Then as Avron, Seiler and Simon argue the following:

As you should know, $\pi_1(\mathbb{T}^2)\cong\mathbb{Z}\times \mathbb{Z}$, that is, there are two basic loops $S^1\to \mathbb{T}^2$ which are not homotopic to each other. Call them $\gamma_1$ (blue) and $\gamma_2$ (red).

Then any map $f:\mathbb{T}^2\to X$ induces two maps $S^1\to X$ via $$f\circ\gamma_i:S^1\to X$$

Then one can prove that for two maps $f_1:\mathbb{T}^2\to X$ and $f_2:\mathbb{T}^2\to X$, if the either $f_1\circ\gamma_1$ is not homotopic to $f_2\circ\gamma_1$ OR $f_1\circ\gamma_2$ is not homotopic to $f_2\circ\gamma_2$, then $f_1$ is not homotopic to $f_2$.

However, "even if the two induced maps $S^1\to X$ are pair-wise homotopic, there could still be a left over piece, which is a map $S^2\to X$.". In this way, you could classify maps $\mathbb{T}^2\to X$ by two pieces of $\pi_1(X)$, one piece of $\pi_2(X)$, etc...

For our case, $X$ is the set of gapped Hamiltonians, which topologically is the Grassmannian ($G_m(\mathbb{C}^n)$ for an $n$ level system with the Fermi energy above $m$ levels).

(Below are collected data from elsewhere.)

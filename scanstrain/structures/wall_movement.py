# SPDX-License-Identifier: MIT
"""How a wall moved: lean, verticality, bulge, panels, from the normal displacements of gauges on its face."""

from __future__ import annotations

from dataclasses import dataclass

import numpy as np
from numpy.typing import NDArray

from scanstrain.errors import OptionError, explain
from scanstrain.structures.bulge import Bulge, find_bulges, remainder
from scanstrain.structures.gauge_errors import Datum, datum_on, gauge_errors
from scanstrain.structures.wall import Wall
from scanstrain.structures.wall_parts import WHOLE, Division, FaceGauges, Part, cut, edges_of, measure_part

FloatArray = NDArray[np.float64]
BoolArray = NDArray[np.bool_]

FEWEST = 6
"""Gauges on the face that a plane and a spread about it take."""

DOUBTFUL = 5.0
"""Gauges whose standard error is more than this many times the median are left out: every gauge has the same weight."""


@dataclass(frozen=True, slots=True)
class WallResult:
    """What became of a wall between two epochs.

    Parameters
    ----------
    wall : Wall
        Of the reference epoch.
    parts : tuple of Part
        The whole wall first, then bands of height, from the foot, over the full width and, where there are panels,
        for every column of them; then panels, column by column.
    bulge, hollow : Bulge or None
        Where most remains to the free side and away from it when the best plane is taken off.
    gauge_length, gauge_spacing : float
        Of the gauges [m].
    warnings : tuple of str
        Sentences for the user.
    """

    wall: Wall
    parts: tuple[Part, ...]
    bulge: Bulge | None
    hollow: Bulge | None
    gauge_length: float
    gauge_spacing: float
    warnings: tuple[str, ...] = ()

    @property
    def whole(self) -> Part:
        """The wall as one part."""
        return self.parts[0]

    def of_kind(self, kind: str) -> tuple[Part, ...]:
        """Return the parts of a kind: wall, band or panel."""
        return tuple(part for part in self.parts if part.kind == kind)


def measure_wall(
    wall: Wall,
    positions: FloatArray,
    disp_n: FloatArray,
    disp_n_sd: FloatArray,
    *,
    gauge_length: float,
    gauge_spacing: float,
    normals: FloatArray | None = None,
    panel: tuple[Division, Division] | None = None,
    bands: Division = None,
    datum: Datum | None = None,
) -> WallResult:
    """Measure the movement of a wall and of its parts.

    Standard errors count what overlapping gauges share, and registration error as one rigid motion of all gauges. It is
    no part of what remains without the best plane.

    Parameters
    ----------
    wall : Wall
        Of the reference epoch.
    positions : ndarray of shape (g, 3)
        Gauges on the reference surface, local coordinates [m]; those off the face are left out.
    disp_n, disp_n_sd : ndarray of shape (g,)
        Normal displacement and its standard error without registration error [m]; NaN where there is none.
    gauge_length, gauge_spacing : float
        Patch diameter and distance of gauges [m].
    normals : ndarray of shape (g, 3), optional
        Unit normals that `disp_n` is along; gauges that face elsewhere than the wall are left out. The normal of the
        wall where not given.
    panel : (along, up), optional
        Size of panels [m] or their edges from the lower left corner [m]; None for one that reaches over all.
    bands : float or sequence of float, optional
        Height of bands or their edges [m]; bands one gauge length high where not given.
    datum : callable, optional
        From places (n, 3) to the covariance (n, 3, 3) of the displacement that registration error causes there [m^2].

    Returns
    -------
    WallResult

    Raises
    ------
    OptionError
        Sizes or edges that are none, or hardly any gauges on the face.
    """
    columns, rows = panel if panel is not None else (None, None)
    along, up = edges_of(columns, wall.length, "wall_panels"), edges_of(rows, wall.height, "wall_panels")
    heights = edges_of(min(gauge_length, wall.height) if bands is None else bands, wall.height, "wall_bands")
    on = wall.members(positions, normals) & np.isfinite(disp_n) & np.isfinite(disp_n_sd)
    moved = disp_n if normals is None else disp_n * np.sign(normals @ wall.normal)
    serve, warnings = _serving(on, disp_n_sd)
    flat = wall.unroll(positions[serve])
    # noise puts gauges at the edge a little beyond it
    places = np.clip(flat.along, 0.0, wall.length), np.clip(flat.across, 0.0, wall.height)
    sd = disp_n_sd[serve]
    errors = gauge_errors(*places, sd, gauge_length=gauge_length, datum=datum_on(wall, datum))
    face = FaceGauges(moved[serve], sd, wall.offsets(positions[serve]), errors, wall.lean, gauge_length, gauge_spacing)
    everywhere, extent = np.ones(len(face.moved), bool), (0.0, wall.length, 0.0, wall.height)
    parts = [measure_part(face, everywhere, "wall", (WHOLE, WHOLE), extent)]
    parts += cut(face, "band", np.array([0.0, wall.length]), heights, one_column=True)
    if panel is not None:
        parts += cut(face, "band", along, heights) if len(along) > 2 else ()
        parts += cut(face, "panel", along, up)
    rest = remainder(face.moved, face.errors)
    bulge, hollow = find_bulges(rest, face.errors, gauge_length=gauge_length, gauge_spacing=gauge_spacing)
    said = (*wall.warnings, *warnings)
    return WallResult(wall, tuple(parts), bulge, hollow, gauge_length, gauge_spacing, said)


def _serving(on: BoolArray, sd: FloatArray) -> tuple[BoolArray, tuple[str, ...]]:
    """Which gauges on the face serve, and a sentence on those that do not."""
    count = int(on.sum())
    if count < FEWEST:
        raise OptionError(
            explain(
                "wall",
                f"{FEWEST} or more gauges with a result on its face",
                f"{count}",
                "check the plane of the wall, or use shorter gauges",
            )
        )
    serve = on & (sd <= DOUBTFUL * np.median(sd[on]))
    left_out = count - int(serve.sum())
    warning = (
        f"{left_out} of {count} gauges on the wall are left out: they are {DOUBTFUL:g} times less certain than most."
    )
    return serve, (warning,) if left_out else ()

For instance, for a two-level system with 1 occupied level, we have $$G_1(\mathbb{C}^2)\cong S^2$$. But the the $2$-sphere is simply connected (that is, $\pi_1(S^2)=0$), so the two aforementioned loops $\gamma_1$ and $\gamma_2$ will not contribute to the classification, and we would only have the "left over" piece $$S^2\to S^2$$ And it is well known that $$[S^2\to S^2]\equiv\pi_2(S^2)\cong\mathbb{Z}$$ The integer being the degree of the map $\mathbb{T}^2\to S^2$ which would be the same degree as the induced map $S^2\to S^2$ which in a more general setting (of a complex line bundles over $\mathbb{T^2}$) would be the Chern number of that line bundle. Indeed, isomorphism classes of line bundles over $\mathbb{T^2}$ are isomorphic to homotopy classes of maps $\mathbb{T^2}\to Gr_1\left(\mathbb{C}^2\right)\cong S^2$.